La concertazione governo sindacati garantisce solo ed esclusivamente i dipendenti a tempo indeterminato della grande industria, che vedono un ritorno economico grazie all’effetto del cosiddetto cuneo fiscale. Oltre a questi l’altra categoria per la quale i sindacati hanno mostrato una grande combattività è quella della pubblica amministrazione i cui aumenti assorbono gran parte della finanziaria, ma i cocchi del sindacato restano i giovanottoni cinquantacinquenni liberi di godersi la pensione ed un meritato lavoro in nero.
Naturalmente non possono mangiare alla greppia dello stato i lavoratori dipendenti a tempo determinato delle piccole e medie imprese. Ma questa categoria, generalmente, non è iscritta al sindacato e, pertanto, per il sindacato non esiste.
La flessibilità, che pure era gradita quando il suo portabandiera era Marco Biagi, ritorna da essere parola impronunciabile.
La flessibilità, in una società moderna, è uno strumento formidabile per dare una speranza immediata ai giovani e per abbattere il tasso di disoccupazione, ma, da parte di governo e sindacati, essa è simbolo di negatività ed oppressione.
Sarebbe, forse, opportuno, ripartire dal libro bianco di Marco Biagi e battersi per rendere paritari, in termini di tutela, il lavoro flessibile e quello a tempo indeterminato.
Un altro aspetto della sclerotizzazione del sistema Italia è rappresentato dalla gerontocrazia della classe politica. Tutti gli schieramenti parlano di rinnovamento ma nessuno fa la prima mossa nella direzione dello svecchiamento. Tra Camera e Senato abbiamo un migliaio di vecchietti tenacemente abbarbicati alle loro scranne.

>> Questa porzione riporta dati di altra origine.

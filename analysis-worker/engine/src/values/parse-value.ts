/**
 * Reading one value: a plain number, exponent form (`2.2e-7`), an SI prefix (`330n`, `4.7k`),
 * the IEC 60062 letter-and-digit code where the letter stands for the decimal point (`4R7`,
 * `1k3`, `2M2`, `4n7`, `R47`), and an optional trailing unit symbol checked against the unit the
 * field expects (`330nF`, `560kΩ`, `310V`). Expected failures are returned, never thrown.
 */
import {
  DECK_PREFIX_EXPONENTS,
  RECORD_PREFIX_EXPONENTS,
  RESISTANCE_ONLY_PREFIX_EXPONENTS,
  UNIT_NAMES,
  canonicalUnit,
  type ValueNotation,
} from "./notation-tables.js";

/** Longest value text we try to read; anything longer is not a value. */
export const MAX_VALUE_TEXT_CHARS = 64;

/** The unit a field expects: a symbol such as `F`, `"1"` for a plain ratio, or `"any"`. */
export type ExpectedUnit = string;

/** How to read a value: the unit the field expects and the notation. */
export interface ParseValueOptions {
  /** The unit the field holds; a different trailing symbol is an error. Default `"any"`. */
  unit?: ExpectedUnit;
  /** Record notation (case matters) or deck notation (case-insensitive, `meg`). */
  notation?: ValueNotation;
}

/** Why a value could not be read. */
export type ValueErrorCode = "empty-value" | "bad-notation" | "wrong-unit" | "not-finite";

/** A read value in SI units, or why it could not be read. */
export type ValueResult =
  | { ok: true; value: number; unit: string | null }
  | { ok: false; code: ValueErrorCode; message: string };

interface Prefix {
  letters: string;
  exponent: number;
}

/** The prefix at the start of `rest`, if any, for the notation and expected unit. */
function prefixAt(rest: string, notation: ValueNotation, unit: ExpectedUnit): Prefix | null {
  if (notation === "deck") {
    const lower = rest.toLowerCase();
    for (const [letters, exponent] of DECK_PREFIX_EXPONENTS) {
      if (lower.startsWith(letters)) return { letters: rest.slice(0, letters.length), exponent };
    }
    return null;
  }
  const first = rest.charAt(0);
  const table =
    unit === "Ω"
      ? { ...RECORD_PREFIX_EXPONENTS, ...RESISTANCE_ONLY_PREFIX_EXPONENTS }
      : RECORD_PREFIX_EXPONENTS;
  if (Object.prototype.hasOwnProperty.call(table, first))
    return { letters: first, exponent: table[first]! };
  return null;
}

/** `330n`, `4.7k`, `1e6`, `4R7`: the forms the error messages suggest. */
function formsHint(unit: ExpectedUnit): string {
  const sym = unit === "any" || unit === "1" ? "" : unit;
  return `write a number with an optional SI prefix and unit, e.g. 4.7k${sym}, 330n, 2.2e-7, or the IEC 60062 code 4k7`;
}

function fail(code: ValueErrorCode, message: string): ValueResult {
  return { ok: false, code, message };
}

/** The trailing unit spelling checked against the expected unit. */
function checkUnit(
  text: string,
  unitText: string,
  opts: Required<ParseValueOptions>,
): ValueResult | string | null {
  const trimmed = unitText.trim();
  if (trimmed === "") return null;
  const unit = canonicalUnit(trimmed, opts.notation);
  if (unit === null) {
    // "meg" is the deck's mega; in a record M already is mega
    const megHint =
      opts.notation === "record" && /^eg/i.test(trimmed)
        ? " (in a record, M is mega: write 1M, not 1meg)"
        : "";
    return fail(
      "bad-notation",
      `cannot read "${text}": unknown text "${trimmed}"${megHint}; ${formsHint(opts.unit)}`,
    );
  }
  if (opts.unit === "any" || opts.unit === unit) return unit;
  const expected = UNIT_NAMES[opts.unit] ?? opts.unit;
  return fail(
    "wrong-unit",
    `"${text}" is in ${UNIT_NAMES[unit] ?? unit}, but this field is in ${expected}`,
  );
}

/** Reads a value string or number into SI units (see the file comment for the notation). */
export function parseValue(input: string | number, options: ParseValueOptions = {}): ValueResult {
  const opts: Required<ParseValueOptions> = {
    unit: options.unit ?? "any",
    notation: options.notation ?? "record",
  };
  if (typeof input === "number") {
    return Number.isFinite(input)
      ? { ok: true, value: input, unit: null }
      : fail("not-finite", `${input} is not a finite number`);
  }
  if (typeof input !== "string") return fail("bad-notation", "a value must be text or a number");
  const text = input.trim();
  if (text === "") return fail("empty-value", "the value is empty");
  if (text.length > MAX_VALUE_TEXT_CHARS)
    return fail("bad-notation", `a value is at most ${MAX_VALUE_TEXT_CHARS} characters`);

  // sign, integer digits, optional fraction, optional exponent
  const head = /^([+-]?)(\d*)(?:\.(\d*))?(?:[eE]([+-]?\d+))?/.exec(text)!;
  const sign = head[1] ?? "";
  const intDigits = head[2] ?? "";
  const hasPoint = head[3] !== undefined;
  const fracDigits = head[3] ?? "";
  const hasExponent = head[4] !== undefined;
  let exponent = hasExponent ? Number(head[4]) : 0;
  let rest = text.slice(head[0].length);
  let mantissaFrac = fracDigits;

  // whitespace is allowed between the number and its prefix or unit ("330 nF")
  const spaced = rest.replace(/^\s+/, "");
  const prefix = prefixAt(spaced, opts.notation, opts.unit);
  if (prefix !== null) {
    const afterPrefix = spaced.slice(prefix.letters.length);
    const code = /^\d+/.exec(afterPrefix);
    if (code !== null) {
      // IEC 60062: the letter stands for the decimal point, so no other point or exponent
      if (hasPoint || hasExponent || spaced !== rest) {
        return fail(
          "bad-notation",
          `cannot read "${text}": a decimal-point letter cannot follow a decimal point or exponent`,
        );
      }
      mantissaFrac = code[0];
      rest = afterPrefix.slice(code[0].length);
    } else {
      rest = afterPrefix;
    }
    // a unit symbol that is also a prefix letter: "1F" is never reached here, but "1T" is tera
    exponent += prefix.exponent;
  } else {
    rest = spaced;
  }
  if (intDigits === "" && mantissaFrac === "") {
    return fail("bad-notation", `cannot read "${text}" as a value; ${formsHint(opts.unit)}`);
  }
  const unitCheck = checkUnit(text, rest, opts);
  if (unitCheck !== null && typeof unitCheck !== "string") return unitCheck;

  // Build a decimal string and let Number() round once, so "4n7" equals the literal 4.7e-9.
  const value = Number(
    `${sign}${intDigits === "" ? "0" : intDigits}.${mantissaFrac === "" ? "0" : mantissaFrac}e${exponent}`,
  );
  if (!Number.isFinite(value)) return fail("not-finite", `"${text}" is too large to be a value`);
  return { ok: true, value, unit: unitCheck };
}
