/**
 * Buffers a search touches: each statement the search sends, run again under EXPLAIN (ANALYZE,
 * BUFFERS), its shared blocks (hit and read) summed. Unlike a timing, this does not move with the
 * load other processes put on the machine, so runs on a busy and a quiet machine compare.
 * Statements run inside one transaction with the search's own planner settings, then rolled back.
 */
import pg from "pg";
import { drizzle } from "drizzle-orm/node-postgres";
import { schema, type Database } from "@teardown/db";

/** Runs `search` on a database whose statements are recorded, then sums their buffers. */
export async function buffersOf(
  pool: pg.Pool,
  search: (db: Database) => Promise<unknown>,
): Promise<number> {
  const sent: Array<{ sql: string; params: unknown[] }> = [];
  const recording = drizzle(pool, {
    schema,
    logger: { logQuery: (sql, params) => sent.push({ sql, params }) },
  }) as unknown as Database;
  await search(recording);
  const client = await pool.connect();
  let total = 0;
  try {
    await client.query("begin");
    for (const s of sent) {
      const text = s.sql.trim();
      if (/^(begin|commit|rollback)\b/i.test(text)) continue;
      // The search's own settings (set_config) are run as they are, so the plans are the same.
      if (/^select set_config\(/i.test(text)) {
        await client.query(text, s.params);
        continue;
      }
      const r = await client.query<{ "QUERY PLAN": Array<{ Plan: Record<string, number> }> }>(
        `explain (analyze, buffers, format json) ${text}`,
        s.params,
      );
      const plan = r.rows[0]!["QUERY PLAN"][0]!.Plan;
      total += (plan["Shared Hit Blocks"] ?? 0) + (plan["Shared Read Blocks"] ?? 0);
    }
  } finally {
    await client.query("rollback").catch(() => {});
    client.release();
  }
  return total;
}
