/**
 * The front door of the layout stage: a record in, schematic geometry out. The record becomes
 * a layout graph (layout-graph.ts), ELK places and routes it (elk-adapter.ts), and the result
 * is rebuilt as plain JSON with labels moved wherever ELK left them on top of something.
 */
import type { TeardownRecord } from "../record/types.js";
import {
  runElkLayered,
  type LayeredSettings,
  type PlacedGraph,
  type PlacedNode,
} from "./elk-adapter.js";
import { boundsOf, FreeSpace, sectionBoxes } from "./free-space.js";
import { buildLayoutGraph, drawnNodes, type GraphNode, type LayoutGraph } from "./layout-graph.js";
import type {
  Box,
  LayoutResult,
  PlacedBarrier,
  PlacedJunction,
  PlacedLabel,
  PlacedNetLabel,
  PlacedPart,
  PlacedPin,
  PlacedTerminal,
  PlacedWire,
  Point,
  SchematicLayout,
  SchematicLayoutOptions,
  WireSection,
} from "./layout-types.js";
import { BRIDGE_SIZE_PX, expandBridge } from "./bridge-block.js";
import { expandDivider } from "./divider-block.js";
import { expandMultiplier } from "./multiplier-block.js";
import { junctionDots } from "./junction-dots.js";
import { mergeNetSections } from "./merge-wires.js";
import { drawRails } from "./draw-rails.js";
import { labelSize } from "./text-size.js";

const DEFAULT_NODE_SPACING_PX = 30;
const DEFAULT_LAYER_SPACING_PX = 40;
const DEFAULT_PADDING_PX = 20;
const EDGE_SPACING_PX = 10;
const EDGE_NODE_SPACING_PX = 12;
/** Half the side of the square kept clear around a junction dot (the dot's radius is 3.5). */
const DOT_CLEAR_RADIUS_PX = 4;
/** Air between a part and its labels. */
const LABEL_GAP_PX = 3;
/** ELK's own seed; fixed so runs repeat (the layered algorithm uses it for tie-breaking). */
const ELK_RANDOM_SEED = 1;
/**
 * ELK's crossing-minimisation effort. Its default (7) took about twice the time on 40-part
 * circuits for about 3% fewer crossings (measured with the layout-quality bench); 3 keeps a
 * 40-part layout well inside its time budget.
 */
const ELK_THOROUGHNESS = 3;
/** Largest spacing accepted from a caller; beyond it the drawing is useless anyway. */
const MAX_SPACING_PX = 1000;

type Invalid = Extract<LayoutResult, { ok: false }>;

function settingsFrom(opts: SchematicLayoutOptions): LayeredSettings | Invalid {
  const pick = (
    name: "nodeSpacingPx" | "layerSpacingPx" | "paddingPx",
    fallback: number,
  ): number | Invalid => {
    const v = opts[name] ?? fallback;
    if (!Number.isFinite(v) || v < 0 || v > MAX_SPACING_PX) {
      return {
        ok: false,
        code: "invalid-layout-option",
        message: `${name} must be a number from 0 to ${MAX_SPACING_PX}, got ${v}`,
        where: name,
      };
    }
    return v;
  };
  const nodeSpacingPx = pick("nodeSpacingPx", DEFAULT_NODE_SPACING_PX);
  if (typeof nodeSpacingPx !== "number") return nodeSpacingPx;
  const layerSpacingPx = pick("layerSpacingPx", DEFAULT_LAYER_SPACING_PX);
  if (typeof layerSpacingPx !== "number") return layerSpacingPx;
  const paddingPx = pick("paddingPx", DEFAULT_PADDING_PX);
  if (typeof paddingPx !== "number") return paddingPx;
  return {
    nodeSpacingPx,
    layerSpacingPx,
    paddingPx,
    edgeSpacingPx: EDGE_SPACING_PX,
    edgeNodeSpacingPx: EDGE_NODE_SPACING_PX,
    labelGapPx: LABEL_GAP_PX,
    randomSeed: ELK_RANDOM_SEED,
    thoroughness: ELK_THOROUGHNESS,
  };
}

function pinsOf(node: GraphNode, placed: PlacedNode): PlacedPin[] {
  return node.ports.map((p) => {
    const at = placed.ports.get(p.id)!;
    const pin: PlacedPin = { role: p.role, net: p.net, x: at.x, y: at.y, side: p.side };
    if (p.accessible) pin.accessible = true;
    return pin;
  });
}

/** The drawn dot's square, so no label covers it. */
function dotBox(p: Point): Box {
  const r = DOT_CLEAR_RADIUS_PX;
  return { x: p.x - r, y: p.y - r, width: 2 * r, height: 2 * r };
}

const boxOf = (b: Box): Box => ({ x: b.x, y: b.y, width: b.width, height: b.height });

/** Label positions to try around a box, nearest first, starting on the preferred side. */
function candidatesAround(
  box: Box,
  width: number,
  height: number,
  first: GraphNode["labelSide"],
): Point[] {
  const cx = box.x + box.width / 2;
  const cy = box.y + box.height / 2;
  const g = LABEL_GAP_PX;
  const bySide: Record<GraphNode["labelSide"], Point[]> = {
    NORTH: [],
    SOUTH: [],
    EAST: [],
    WEST: [],
  };
  for (let k = 0; k < 3; k++) {
    const dy = k * (height + 1);
    bySide.NORTH.push({ x: cx - width / 2, y: box.y - g - height - dy });
    bySide.SOUTH.push({ x: cx - width / 2, y: box.y + box.height + g + dy });
    bySide.EAST.push(
      { x: box.x + box.width + g, y: cy - height / 2 - dy },
      { x: box.x + box.width + g, y: cy - height / 2 + dy },
    );
    bySide.WEST.push(
      { x: box.x - g - width, y: cy - height / 2 - dy },
      { x: box.x - g - width, y: cy - height / 2 + dy },
    );
  }
  const order = [
    first,
    ...(["NORTH", "SOUTH", "EAST", "WEST"] as const).filter((s) => s !== first),
  ];
  return order.flatMap((s) => bySide[s]);
}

Io ritengo che, indubbiamente, in un parlamento debba essere presente l'esperienza che può essere acquisita con l'età, ma ritengo altrettanto indubbio che ad ogni elezione debba essere iniettato anche lo spirito della gioventù alla quale offrire l'opportunità di acquisire quella competenza che possa dare continuità all'azione di governo. D'altra parte, in tutti gli altri paesi del pianeta, ad esclusione delle dittature, si assiste ad un continuo ricambio generazionale della classe politica con benefici enormi in termini di rinnovamento culturale e strutturale dei sistemi paese.
Giova, pertanto, ricordare cosa avveniva in Grecia 2.650 anni fa. Nel 650 a. C., i cittadini della cretese Dreros decisero che nessun politico potesse ricoprire la carica più alta di quella città per due volte in dieci anni, e istituirono un consiglio per punire eventuali trasgressori (1).
Dicembre 2006 - Eugenio Caruso
(1) In un pozzo sono state trovate infatti iscrizioni arcaiche note come "le sacre leggi di Dreros" che rappresentano il più antico documento costituzionale giunto a noi dall'antichità, sacre leggi che si concludevano solennemente con la frase "Questo ha deciso la polis!"